Leia mucho, a pesar del poco tiempo que sus ocupaciones le dejaban para la lectura. Escribía muy poco de su puño, sólo á los miembros de su familia ó á algun amigo íntimo; pero al firmar lo que dictaba, casi siempre agregaba uno o dos renglones de su letra.
Hablaba y escribía frances correctamente, é italiano con bastante perfeccion; de inglés sabía poco, apénas lo suficiente para entender lo que leía. Conocía á fondo los clásicos griegos y latinos, que había estudiado y los leía siempre con gusto en las buenas traducciones francesas.

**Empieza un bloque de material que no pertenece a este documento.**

import { expect, test, type Page } from "@playwright/test";
import { unit as mathUnit } from "mathjs";
import { signInAs } from "../support/browser";
import { signInAgent, type Agent } from "../support/session";
import { createTankWithDevice } from "../support/fleet";
import { createOtherOrganisation, sql } from "../support/db";
import { runWorkerOnce } from "../support/worker";
import { expectFitsPhone, PHONE } from "../support/phone";
import { sendEchoReadings } from "../api/calibration-readings";

// Issue 15 §5: a US-customary organisation end to end, and each unit system round-tripped through a form.
// The organisation is one of its own, so no other test reads its settings. Conversions checked against
// mathjs and the exact definitions (1 in = 25.4 mm, 1 US gal = 231 in³: NIST SP 811, Appendix B).
let org: Awaited<ReturnType<typeof createOtherOrganisation>>;
let admin: Agent;
let fleet: Awaited<ReturnType<typeof createTankWithDevice>>;

test.beforeAll(async () => {
  org = await createOtherOrganisation();
  admin = (await signInAgent(org.adminEmail, org.password)).agent;
  // The test tank: rectangular 2 m × 1.5 m × 2.8 m, sensor 3 m above the bottom (tests/support/fleet.ts).
  // US customary for the organisation from the start (the first test sets it again through the page), so
  // each test stands on its own when Playwright starts a fresh worker after a failure.
  await admin.patch("/api/organisation/display-settings").send({ unit_system: "us", clock: "12h" }).expect(200);
  fleet = await createTankWithDevice(admin);
  // Reorder at 60 %: the tank, 45 % full, is due now on the refill plan.
  await admin.patch(`/api/assets/${fleet.tank.id}`).send({ reorder_pct: 60 }).expect(200);
  const now = Date.now();
  await sendEchoReadings(fleet.apiKey, Array.from({ length: 6 }, (_, i) => ({ at: new Date(now - (6 - i) * 60_000), distanceM: 3 - 1.25 })));
  await runWorkerOnce();
});

const SAVED = { timeout: 60_000 };

async function heightM(): Promise<number> {
  const [row] = await sql<{ geometry: { height_m: number } }>(`SELECT geometry FROM assets WHERE id = $1`, [fleet.tank.id]);
  return row.geometry.height_m;
}

async function saveSettings(page: Page, form: "Organisation" | "Your own", values: Record<string, string>) {
  await page.goto("/settings");
  const f = page.getByRole("form", { name: form });
  for (const [label, value] of Object.entries(values)) await f.getByLabel(label, { exact: true }).selectOption(value);
  await f.getByRole("button", { name: "Save" }).click();
  await expect(f.getByRole("status")).toContainText("Saved", { timeout: 30_000 });
}

test("a US-customary admin enters a tank height in feet and inches and a setpoint in inches, reads them back, and SI is stored", async ({ page }) => {
  await signInAs(page, org.adminEmail, org.password);
  await saveSettings(page, "Organisation", { Units: "us", Clock: "12h" });

  await page.goto(`/assets/${fleet.tank.id}/edit`);
  const height = page.getByLabel("Height (ft)", { exact: true });
  // 2.8 m = 9.18635 ft (mathjs), shown to 0.0001 ft.
  expect(mathUnit(2.8, "m").toNumber("ft")).toBeCloseTo(9.1864, 4);
  await expect(height).toHaveValue("9.1864");
  await height.fill("9 ft 6 in");
  await page.getByRole("button", { name: "Save asset" }).click();
  await expect(page).toHaveURL(new RegExp(`/assets/${fleet.tank.id}$`), SAVED);
  // 9 ft 6 in = 9.5 ft = 2.8956 m (1 ft = 0.3048 m exactly; mathjs).
  await expect.poll(heightM).toBeCloseTo(mathUnit(9.5, "ft").toNumber("m"), 9);
  // The asset page writes the level in feet with its uncertainty in inches: 1.25 m = 4.10 ft (mathjs).
  await expect(page.getByTestId("asset-level")).toContainText(/4\.1\d*\u00a0ft ±\u00a0[\d.]+\u00a0in/, SAVED);
  await page.goto(`/assets/${fleet.tank.id}/edit`);
  await expect(page.getByLabel("Height (ft)", { exact: true })).toHaveValue("9.5");

  await page.goto(`/alarms/setpoints/${fleet.tank.id}`);
  const h = page.getByRole("group", { name: "H setpoint", exact: true });
  await h.getByLabel("H setpoint", { exact: true }).selectOption("on");
  await h.getByLabel("H (ft)", { exact: true }).fill("80 in");
  await page.getByRole("button", { name: "Save setpoints" }).click();
  await expect(page.getByRole("status").filter({ hasText: "Setpoints saved." })).toBeVisible(SAVED);
  // 80 in = 2.032 m (1 in = 25.4 mm exactly), stored in metres; read back as 6.6667 ft.
  const saved = (await admin.get(`/api/assets/${fleet.tank.id}/setpoints`).expect(200)).body.setpoints;
  expect(saved.h.value_m).toBeCloseTo(mathUnit(80, "inch").toNumber("m"), 9);
  await expect(h.getByLabel("H (ft)", { exact: true })).toHaveValue("6.6667");
});

test("a US-customary organisation's overview, site, refill plan and exports speak US gallons and feet", async ({ page }) => {
  await signInAs(page, org.adminEmail, org.password);
  // Capacity 2 m × 1.5 m × the stored height, in US gallons by mathjs, to four significant figures
  // (2.8 m: 8 400 L = 2 219 gal; 2.8956 m: 8 686.8 L = 2 295 gal).
  const gallons = Math.round(mathUnit(3 * (await heightM()) * 1000, "L").toNumber("gallon"));
  const capacity = `${Math.floor(gallons / 1000)}\u202f${String(gallons % 1000).padStart(3, "0")}\u00a0gal`;
  await page.goto("/");
  await expect(page.getByRole("main")).toContainText(/\d\u00a0gal/);
  await page.goto(`/sites/${fleet.site.id}`);
  await expect(page.getByRole("main")).toContainText(capacity);
  await expect(page.getByRole("main")).toContainText(/\u00a0ft/);
  await page.goto("/refill-plan");
  await expect(page.getByRole("row", { name: new RegExp(fleet.tank.name) })).toContainText(/\d\u00a0gal/, SAVED);

  await page.goto("/exports");
  await expect(page.getByLabel(/US customary/)).toBeChecked();
  const href = await page.getByRole("link", { name: "Download refill plan CSV" }).getAttribute("href");
  expect(href).toContain("units=us");
  const us = await (await page.request.get(href!)).text();
  expect(us.split("\n")[0]).toContain("capacity_gal");
  await page.getByLabel(/^SI/).check();
  const siHref = await page.getByRole("link", { name: "Download refill plan CSV" }).getAttribute("href");
  expect((await (await page.request.get(siHref!)).text()).split("\n")[0]).toContain("capacity_l");
});

test("a user's own SI with a decimal comma overrides the organisation's units in a form, and metres are stored", async ({ page }) => {
  await signInAs(page, org.adminEmail, org.password);
  await saveSettings(page, "Your own", { Units: "si", "Decimal separator": "," });
  await page.goto(`/assets/${fleet.tank.id}/edit`);
  const height = page.getByLabel("Height (m)", { exact: true });
  await expect(height).toHaveValue(String(await heightM()).replace(".", ","));
  await height.fill("2,75");
  await page.getByRole("button", { name: "Save asset" }).click();
  await expect(page).toHaveURL(new RegExp(`/assets/${fleet.tank.id}$`), SAVED);
  await expect.poll(heightM).toBe(2.75);
  await expect(page.getByTestId("asset-level")).toContainText(/1,25\d*\u00a0m ±/, SAVED);
  // Back to the organisation's, for the tests after this one.
  await saveSettings(page, "Your own", { Units: "", "Decimal separator": "" });
});

test.describe("at 390 px", () => {
  test.use({ viewport: PHONE });
  test("the units page fits a phone", async ({ page }, testInfo) => {
    await signInAs(page, org.adminEmail, org.password);
    await page.goto("/settings");
    await expect(page.getByRole("form", { name: "Organisation" })).toBeVisible();
    await expectFitsPhone(page, testInfo, "units-settings");
  });
});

Los ataques que la prensa dirigía contra él le impresionaban en sumo grado y la calumnia le irritaba. Hombre público por más de veinte años, su naturaleza sensible no pudo nunca vencer esta susceptibilidad, poco comun en hombres colocados en puestos eminentes. Tenía alta opinión de la misión sublime de la prensa, como fiscal de la moral pública y freno de las pasiones. Al buen uso que de este agente civilizador se hace en Inglaterra atribuía él la grandeza y moralidad del pueblo inglés.